Extracted data entries
☆ ☆ ☆ ☆ ☆ ☆ ☆

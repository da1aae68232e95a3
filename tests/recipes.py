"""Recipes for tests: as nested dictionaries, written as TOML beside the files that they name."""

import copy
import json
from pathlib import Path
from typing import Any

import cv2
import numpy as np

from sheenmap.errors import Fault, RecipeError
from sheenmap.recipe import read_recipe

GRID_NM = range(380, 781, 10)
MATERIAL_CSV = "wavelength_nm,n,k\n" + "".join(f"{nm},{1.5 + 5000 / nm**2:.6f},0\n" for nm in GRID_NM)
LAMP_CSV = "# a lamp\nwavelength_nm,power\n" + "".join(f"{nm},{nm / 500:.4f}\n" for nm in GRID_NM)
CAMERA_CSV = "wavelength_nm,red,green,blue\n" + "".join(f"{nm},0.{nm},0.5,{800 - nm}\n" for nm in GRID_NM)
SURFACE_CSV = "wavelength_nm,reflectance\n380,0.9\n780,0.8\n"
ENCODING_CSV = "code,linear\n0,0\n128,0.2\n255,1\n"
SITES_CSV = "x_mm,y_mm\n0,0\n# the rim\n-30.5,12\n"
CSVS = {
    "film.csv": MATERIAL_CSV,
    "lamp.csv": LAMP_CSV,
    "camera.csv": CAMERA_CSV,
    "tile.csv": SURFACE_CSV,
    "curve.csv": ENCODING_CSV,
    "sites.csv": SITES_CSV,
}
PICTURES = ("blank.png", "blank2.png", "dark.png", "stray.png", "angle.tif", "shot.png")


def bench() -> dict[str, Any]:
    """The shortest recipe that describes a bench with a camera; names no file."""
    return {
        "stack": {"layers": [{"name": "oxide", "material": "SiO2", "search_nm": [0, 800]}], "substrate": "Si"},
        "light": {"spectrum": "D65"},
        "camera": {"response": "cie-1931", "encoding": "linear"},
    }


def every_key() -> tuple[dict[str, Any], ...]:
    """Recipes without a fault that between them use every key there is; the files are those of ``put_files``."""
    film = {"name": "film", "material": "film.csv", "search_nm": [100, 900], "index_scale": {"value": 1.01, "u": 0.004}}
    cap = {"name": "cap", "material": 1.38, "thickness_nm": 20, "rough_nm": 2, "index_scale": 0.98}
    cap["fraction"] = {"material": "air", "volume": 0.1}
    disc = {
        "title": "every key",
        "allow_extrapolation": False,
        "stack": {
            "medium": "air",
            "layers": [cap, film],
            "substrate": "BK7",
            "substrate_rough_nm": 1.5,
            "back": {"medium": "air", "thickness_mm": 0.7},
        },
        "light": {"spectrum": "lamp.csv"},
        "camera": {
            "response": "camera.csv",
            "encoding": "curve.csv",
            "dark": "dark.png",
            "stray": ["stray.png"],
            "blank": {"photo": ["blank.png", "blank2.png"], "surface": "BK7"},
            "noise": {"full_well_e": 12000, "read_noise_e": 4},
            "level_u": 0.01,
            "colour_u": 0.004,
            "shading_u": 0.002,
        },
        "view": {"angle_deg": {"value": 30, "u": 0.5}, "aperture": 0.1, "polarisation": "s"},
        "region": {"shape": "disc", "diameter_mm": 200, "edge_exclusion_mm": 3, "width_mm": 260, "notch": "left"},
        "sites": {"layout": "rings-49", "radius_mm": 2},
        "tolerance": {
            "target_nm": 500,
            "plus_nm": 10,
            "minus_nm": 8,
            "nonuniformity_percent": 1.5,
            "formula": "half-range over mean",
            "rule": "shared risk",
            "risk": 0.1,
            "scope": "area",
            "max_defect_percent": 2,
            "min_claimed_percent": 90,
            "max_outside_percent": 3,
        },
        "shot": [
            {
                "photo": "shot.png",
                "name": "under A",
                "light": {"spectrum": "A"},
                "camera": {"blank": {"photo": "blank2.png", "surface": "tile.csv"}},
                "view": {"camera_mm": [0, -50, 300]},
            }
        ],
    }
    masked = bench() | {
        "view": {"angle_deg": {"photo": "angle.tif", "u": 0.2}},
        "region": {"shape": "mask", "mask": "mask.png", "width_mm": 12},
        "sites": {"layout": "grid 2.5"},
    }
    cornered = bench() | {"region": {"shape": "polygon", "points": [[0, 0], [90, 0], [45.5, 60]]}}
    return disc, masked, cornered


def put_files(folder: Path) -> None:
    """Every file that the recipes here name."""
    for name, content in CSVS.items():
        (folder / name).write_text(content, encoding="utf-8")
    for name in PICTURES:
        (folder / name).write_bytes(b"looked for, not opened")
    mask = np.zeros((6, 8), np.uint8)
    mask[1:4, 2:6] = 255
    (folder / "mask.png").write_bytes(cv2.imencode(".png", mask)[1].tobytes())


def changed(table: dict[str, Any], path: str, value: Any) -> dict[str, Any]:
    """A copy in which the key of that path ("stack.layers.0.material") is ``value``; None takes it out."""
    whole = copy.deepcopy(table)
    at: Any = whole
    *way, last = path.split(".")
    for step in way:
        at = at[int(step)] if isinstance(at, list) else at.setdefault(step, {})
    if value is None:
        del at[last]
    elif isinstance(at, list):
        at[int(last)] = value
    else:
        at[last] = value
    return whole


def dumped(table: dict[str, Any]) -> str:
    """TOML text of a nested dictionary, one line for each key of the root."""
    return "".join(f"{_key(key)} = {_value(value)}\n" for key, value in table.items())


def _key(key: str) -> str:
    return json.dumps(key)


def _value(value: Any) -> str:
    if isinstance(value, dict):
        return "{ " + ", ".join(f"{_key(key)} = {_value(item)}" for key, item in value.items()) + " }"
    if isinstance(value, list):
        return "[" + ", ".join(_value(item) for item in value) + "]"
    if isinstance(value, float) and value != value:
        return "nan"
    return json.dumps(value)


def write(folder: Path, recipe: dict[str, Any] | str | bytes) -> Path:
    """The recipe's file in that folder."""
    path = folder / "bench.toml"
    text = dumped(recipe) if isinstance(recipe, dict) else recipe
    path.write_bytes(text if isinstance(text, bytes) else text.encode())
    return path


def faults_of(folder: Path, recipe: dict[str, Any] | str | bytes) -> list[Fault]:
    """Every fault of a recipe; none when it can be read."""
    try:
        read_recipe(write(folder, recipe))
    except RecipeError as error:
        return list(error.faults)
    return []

☆ ☆ ☆ ☆ ☆ ☆ ☆

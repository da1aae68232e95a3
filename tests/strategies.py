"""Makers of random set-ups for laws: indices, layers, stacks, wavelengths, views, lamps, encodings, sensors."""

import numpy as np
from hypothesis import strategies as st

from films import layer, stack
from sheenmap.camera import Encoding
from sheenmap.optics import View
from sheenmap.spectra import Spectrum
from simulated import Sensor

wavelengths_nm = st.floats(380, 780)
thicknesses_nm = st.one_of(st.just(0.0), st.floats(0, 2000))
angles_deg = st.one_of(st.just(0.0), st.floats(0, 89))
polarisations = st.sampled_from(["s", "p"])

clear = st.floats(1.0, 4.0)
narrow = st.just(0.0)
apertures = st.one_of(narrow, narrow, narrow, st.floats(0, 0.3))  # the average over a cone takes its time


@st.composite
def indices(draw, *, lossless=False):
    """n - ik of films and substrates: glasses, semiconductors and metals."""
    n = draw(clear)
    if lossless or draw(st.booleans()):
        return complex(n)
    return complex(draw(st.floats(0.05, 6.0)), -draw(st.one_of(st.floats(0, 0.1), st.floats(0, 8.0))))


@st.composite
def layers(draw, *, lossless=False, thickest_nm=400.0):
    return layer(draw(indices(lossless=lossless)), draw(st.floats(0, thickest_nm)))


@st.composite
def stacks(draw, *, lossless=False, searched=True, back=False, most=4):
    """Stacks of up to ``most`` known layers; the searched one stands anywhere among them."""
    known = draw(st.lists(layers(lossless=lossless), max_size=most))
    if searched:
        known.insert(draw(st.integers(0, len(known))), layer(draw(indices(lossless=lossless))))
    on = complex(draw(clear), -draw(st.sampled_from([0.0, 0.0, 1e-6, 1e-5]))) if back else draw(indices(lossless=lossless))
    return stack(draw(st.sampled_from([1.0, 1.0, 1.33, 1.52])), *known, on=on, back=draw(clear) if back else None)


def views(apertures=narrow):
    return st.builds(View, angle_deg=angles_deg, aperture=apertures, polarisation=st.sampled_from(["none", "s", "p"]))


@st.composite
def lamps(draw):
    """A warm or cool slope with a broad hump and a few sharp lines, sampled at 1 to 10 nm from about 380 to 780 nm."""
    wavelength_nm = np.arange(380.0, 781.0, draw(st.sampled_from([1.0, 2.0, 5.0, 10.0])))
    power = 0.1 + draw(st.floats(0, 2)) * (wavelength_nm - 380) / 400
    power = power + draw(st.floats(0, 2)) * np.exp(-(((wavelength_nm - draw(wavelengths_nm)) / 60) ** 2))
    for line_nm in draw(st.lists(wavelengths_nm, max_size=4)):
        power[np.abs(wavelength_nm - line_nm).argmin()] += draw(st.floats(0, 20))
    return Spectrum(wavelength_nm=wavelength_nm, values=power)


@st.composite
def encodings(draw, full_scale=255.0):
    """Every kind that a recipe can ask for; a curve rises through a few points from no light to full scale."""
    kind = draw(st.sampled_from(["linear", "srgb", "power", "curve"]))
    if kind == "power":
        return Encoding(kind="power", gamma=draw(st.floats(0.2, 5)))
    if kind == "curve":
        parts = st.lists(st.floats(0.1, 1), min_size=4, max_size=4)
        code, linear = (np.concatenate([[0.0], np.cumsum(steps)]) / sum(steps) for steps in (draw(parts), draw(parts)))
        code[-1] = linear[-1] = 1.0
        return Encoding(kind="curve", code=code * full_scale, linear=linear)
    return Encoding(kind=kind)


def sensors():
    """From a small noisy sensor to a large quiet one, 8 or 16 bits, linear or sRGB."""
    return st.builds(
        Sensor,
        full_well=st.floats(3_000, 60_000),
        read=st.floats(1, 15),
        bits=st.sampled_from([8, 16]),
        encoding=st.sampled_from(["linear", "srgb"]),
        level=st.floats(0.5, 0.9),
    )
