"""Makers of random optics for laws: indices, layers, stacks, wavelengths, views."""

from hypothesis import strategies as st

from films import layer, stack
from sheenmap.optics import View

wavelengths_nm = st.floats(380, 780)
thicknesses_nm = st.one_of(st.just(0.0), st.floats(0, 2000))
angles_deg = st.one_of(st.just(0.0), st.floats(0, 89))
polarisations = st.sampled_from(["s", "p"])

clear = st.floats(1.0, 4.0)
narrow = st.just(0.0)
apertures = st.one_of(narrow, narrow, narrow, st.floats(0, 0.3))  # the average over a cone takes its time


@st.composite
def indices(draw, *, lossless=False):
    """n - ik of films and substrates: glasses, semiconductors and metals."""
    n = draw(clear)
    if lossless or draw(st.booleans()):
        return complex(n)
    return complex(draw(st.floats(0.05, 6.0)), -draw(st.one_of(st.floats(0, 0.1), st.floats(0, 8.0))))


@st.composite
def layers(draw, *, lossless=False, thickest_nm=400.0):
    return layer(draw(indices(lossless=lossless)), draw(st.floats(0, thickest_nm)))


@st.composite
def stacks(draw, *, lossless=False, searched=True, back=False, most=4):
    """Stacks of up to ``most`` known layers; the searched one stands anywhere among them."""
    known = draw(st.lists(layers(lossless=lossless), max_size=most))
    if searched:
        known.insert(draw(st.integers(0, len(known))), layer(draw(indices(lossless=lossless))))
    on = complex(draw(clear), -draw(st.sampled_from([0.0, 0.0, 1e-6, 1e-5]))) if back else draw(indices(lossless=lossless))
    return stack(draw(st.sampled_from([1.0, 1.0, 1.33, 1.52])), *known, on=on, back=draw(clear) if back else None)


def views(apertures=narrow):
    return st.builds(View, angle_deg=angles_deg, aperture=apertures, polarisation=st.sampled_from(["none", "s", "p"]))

☆ ☆ ☆ ☆ ☆ ☆ ☆

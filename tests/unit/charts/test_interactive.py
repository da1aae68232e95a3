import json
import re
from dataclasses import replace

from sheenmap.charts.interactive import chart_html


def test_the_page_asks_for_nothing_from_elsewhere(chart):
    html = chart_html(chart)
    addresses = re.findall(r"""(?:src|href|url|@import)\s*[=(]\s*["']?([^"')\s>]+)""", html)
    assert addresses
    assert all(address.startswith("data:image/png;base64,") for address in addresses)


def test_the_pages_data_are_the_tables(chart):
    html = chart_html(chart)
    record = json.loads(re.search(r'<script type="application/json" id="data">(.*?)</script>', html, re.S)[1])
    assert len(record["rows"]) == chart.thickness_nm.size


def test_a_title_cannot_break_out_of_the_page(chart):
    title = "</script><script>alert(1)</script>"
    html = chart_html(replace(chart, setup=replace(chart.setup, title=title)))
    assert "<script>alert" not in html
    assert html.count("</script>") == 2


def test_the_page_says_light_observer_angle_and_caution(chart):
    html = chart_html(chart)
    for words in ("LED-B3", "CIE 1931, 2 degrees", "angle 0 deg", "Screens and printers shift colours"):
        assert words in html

☆ ☆ ☆ ☆ ☆ ☆ ☆

**What you have to do**
Lines with "masked": return each one from the data above.

**Reply**
    masked = bench() | {
    return disc, masked, cornered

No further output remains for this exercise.